---------- ENTRIES PROVIDED ----------

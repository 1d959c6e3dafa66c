"""Intake of one large lon/lat CSV: ours natively against pandas + pyproj, side by side.

Run from the repository root:
    python3 bench/intake_vs_pandas.py [ROWS] [OTHER_BENCH_INTAKE]   (default 1,000,000 rows)

OTHER_BENCH_INTAKE: optionally, the bench_intake example built from another
commit (with this commit's examples/bench_intake.rs), timed in the same run
for a before/after comparison.

It builds the release example, writes the benchmark's CSV once (the same
seeded rows as `examples/bench_intake.rs`: id, longitude, latitude, date,
category; target/bench-data/intake-<ROWS>.csv), then in this one run times,
best of 3 each, wall clock:
* ours: `bench_intake file FILE`, i.e. reading the file from disk, parsing
  and checking every row, choosing the projection, projecting to metres,
  the study area drawn around the events, the summary (centre, ellipse,
  nearest-neighbour distances, dates, categories);
* pandas + pyproj: `pandas.read_csv(FILE)`, the centre of the data (middle
  of the longitude and latitude ranges, as ours) and a
  `pyproj.Transformer` from WGS 84 longitude/latitude to the transverse
  Mercator centred there (k0 = 1, no false easting/northing, as ours),
  applied to all rows. This does less than ours (no checks, no area, no
  summary); the ratio is ours / theirs.
It then checks that the two projections agree: the largest distance, in
metres, between our projected events (written by the example) and pyproj's.
The machine's load (from /proc/loadavg) is printed with the figures.
"""
import json
import os
import subprocess
import sys
import time

import numpy as np
import pandas as pd
import pyproj

rows = int(sys.argv[1]) if len(sys.argv) > 1 else 1_000_000
path = f"target/bench-data/intake-{rows}.csv"
os.makedirs("target/bench-data", exist_ok=True)
subprocess.run(["cargo", "build", "--quiet", "--release", "--example", "bench_intake"], check=True)
example = "target/release/examples/bench_intake"
if not os.path.exists(path):
    subprocess.run([example, "write", path, str(rows)], check=True)


def load():
    with open("/proc/loadavg") as f:
        return f.read().split()[0]


print(f"file {path}: {os.path.getsize(path) / 1e6:.1f} MB, {rows} rows; load average {load()}")

# Ours: the example times three runs in its own process and reports the best.
ours = json.loads(
    subprocess.run([example, "file", path], check=True, capture_output=True, text=True).stdout
)


# Our projected events, read before another build writes its own.
xy = np.fromfile(path + ".xy", dtype="<f8")
other = None
if len(sys.argv) > 2:
    other = json.loads(
        subprocess.run([sys.argv[2], "file", path], check=True, capture_output=True,
                       text=True).stdout
    )


def pandas_pyproj():
    t0 = time.perf_counter()
    df = pd.read_csv(path)
    lon = df["longitude"].to_numpy()
    lat = df["latitude"].to_numpy()
    lon0 = float((lon.min() + lon.max()) / 2.0)
    lat0 = float((lat.min() + lat.max()) / 2.0)
    tm = pyproj.CRS.from_proj4(
        f"+proj=tmerc +lat_0={lat0!r} +lon_0={lon0!r} +k=1 +x_0=0 +y_0=0 +ellps=WGS84 +units=m"
    )
    tr = pyproj.Transformer.from_crs("EPSG:4326", tm, always_xy=True)
    x, y = tr.transform(lon, lat)
    return time.perf_counter() - t0, (lon0, lat0), x, y


best = None
for _ in range(3):
    t, centre, x, y = pandas_pyproj()
    if best is None or t < best[0]:
        best = (t, centre, x, y)
theirs_s, (lon0, lat0), px, py = best

proj = ours["projection"]
n = ours["n"]
ox, oy = xy[:n], xy[n:]
print(f"centre: ours lon {proj['lon0']!r} lat {proj['lat0']!r}; pandas lon {lon0!r} lat {lat0!r}")
if len(px) != n:
    sys.exit(f"ours kept {n} events, pandas read {len(px)} rows")
diff = np.hypot(ox - px, oy - py).max()
print(f"largest distance between our projected events and pyproj's: {diff:.3e} m")

print(f"load average {load()}")
print(f"ours (read file, parse, validate, project, area, summary): {ours['total_s']:.3f} s "
      f"(disk {ours['disk_s']:.3f}, parse {ours['read_s']:.3f}, "
      f"project + validate {ours['project_validate_s']:.3f}, summary {ours['summary_s']:.3f})")
if other is not None:
    print(f"other build ({sys.argv[2]}): {other['total_s']:.3f} s "
          f"(disk {other['disk_s']:.3f}, parse {other['read_s']:.3f}, "
          f"project + validate {other['project_validate_s']:.3f}, summary {other['summary_s']:.3f}); "
          f"ratio other / pandas+pyproj: {other['total_s'] / theirs_s:.2f}")
print(f"pandas.read_csv + pyproj transverse Mercator: {theirs_s:.3f} s")
print(f"ratio ours / pandas+pyproj: {ours['total_s'] / theirs_s:.2f}")
print(json.dumps({"where": "native vs pandas+pyproj", "n": n, "ours_s": ours["total_s"],
                  "pandas_pyproj_s": round(theirs_s, 4),
                  "ratio": round(ours["total_s"] / theirs_s, 3), "max_diff_m": diff}))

----------

PROBLEM REQUIREMENTS
Word for word, set down the lines from the beginning of the records through the line that holds "the data (middle". Leave out the rest.

TASK SOLUTION
repository 1d959c6e3dafa66c
"""Intake of one large lon/lat CSV: ours natively against pandas + pyproj, side by side.

Run from the repository root:
    python3 bench/intake_vs_pandas.py [ROWS] [OTHER_BENCH_INTAKE]   (default 1,000,000 rows)

OTHER_BENCH_INTAKE: optionally, the bench_intake example built from another
commit (with this commit's examples/bench_intake.rs), timed in the same run
for a before/after comparison.

It builds the release example, writes the benchmark's CSV once (the same
seeded rows as `examples/bench_intake.rs`: id, longitude, latitude, date,
category; target/bench-data/intake-<ROWS>.csv), then in this one run times,
best of 3 each, wall clock:
* ours: `bench_intake file FILE`, i.e. reading the file from disk, parsing
  and checking every row, choosing the projection, projecting to metres,
  the study area drawn around the events, the summary (centre, ellipse,
  nearest-neighbour distances, dates, categories);
* pandas + pyproj: `pandas.read_csv(FILE)`, the centre of the data (middle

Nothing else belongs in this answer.